Chitosan microspheres enhance the immunogenicity of an Ag85B-based fusion protein containing multiple T-cell epitopes of Mycobacterium tuberculosis.

To develop novel delivery system for tuberculosis (TB) subunit vaccine, biodegradable chitosan microspheres were prepared and used to deliver a fusion protein, Ag85B-MPT64(190-198)-Mtb8.4 (AMM for short), made from three Mycobacterium tuberculosis genes. AMM-loaded microspheres were first characterized for their morphology, size, zeta potential, loading efficiency, and in vitro release of AMM. C57BL/6 mice were immunized at weeks 1, 3 and 5 subcutaneously with AMM formulated in chitosan microspheres, in incomplete Freund's adjuvant (IFA), or in phosphate-buffered saline (PBS), respectively. Three weeks after the last immunization, humoral and cell-mediated immune responses were examined. It was shown that the microspheres bound AMM quite efficiently (loading efficiency: >99%).

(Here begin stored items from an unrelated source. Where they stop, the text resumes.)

class _Reader:
    """Typed access to one table of the raw case, raising CaseError with the full key on misuse."""

    def __init__(self, path: str, table: Mapping[str, object], prefix: str) -> None:
        self.path, self.table, self.prefix = path, table, prefix

    def key(self, name: str) -> str:
        return f"{self.prefix}.{name}" if self.prefix else name

    def reject(self, name: str, expected: str) -> NoReturn:
        """Raise the one-line error for key ``name``."""
        raise CaseError(self.path, self.key(name), expected)

    def get(self, name: str, default: object = ...) -> object:
        if name not in self.table:
            if default is ...:
                self.reject(name, "missing (required)")
            return default
        return self.table[name]

    def number(self, name: str, default: object = ..., positive: bool = False) -> float:
        value = self.get(name, default)
        if not _is_number(value):
            self.reject(name, f"expected a finite number, got {value!r}")
        if positive and value <= 0:
            self.reject(name, f"expected a positive number, got {value!r}")
        return float(value)

    def integer(self, name: str, default: object = ..., minimum: int = 1) -> int:
        value = self.get(name, default)
        if isinstance(value, bool) or not isinstance(value, int) or value < minimum:
            self.reject(name, f"expected an integer >= {minimum}, got {value!r}")
        return value

    def string(self, name: str, default: object = ..., choices: Sequence[str] | None = None) -> str:
        value = self.get(name, default)
        if not isinstance(value, str):
            self.reject(name, f"expected a string, got {value!r}")
        if choices is not None and value not in choices:
            self.reject(name, f"expected one of {', '.join(choices)}, got {value!r}")
        return value

    def boolean(self, name: str, default: object = ...) -> bool:
        value = self.get(name, default)
        if not isinstance(value, bool):
            self.reject(name, f"expected true or false, got {value!r}")
        return value

    def sub(self, name: str, default: object = ...) -> _Reader:
        value = self.get(name, default)
        if not isinstance(value, Mapping):
            self.reject(name, f"expected a table, got {value!r}")
        return _Reader(self.path, value, self.key(name))

    def warn_unknown(self, known: Sequence[str]) -> None:
        for name in self.table:
            if name not in known:
                warnings.warn(f"{self.path}: `{self.key(name)}`: unknown key, ignored", stacklevel=4)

AMM-loaded chitosan microspheres were observed as aggregated shapes with the average particle size of 5.78+/-0.65 microm and zeta potential of 32.77+/-1.51 mV. In vitro release studies revealed that only small amount of antigen was released in 16 days. Following subcutaneous administration, splenocytes immunized with AMM in chitosan microspheres produced higher levels of IFN-gamma compared to administration of AMM in PBS upon stimulation with Ag85B and synthetic peptide MPT64(190-198). The levels of Ag85B-specific IgG (H+L), IgG1 and IgG2a in sera of mice immunized with AMM in chitosan microspheres were also higher than those with AMM in PBS. These results indicate that chitosan microspheres when used as a carrier for fusion protein AMM could elicit strong humoral and cell-mediated immune responses.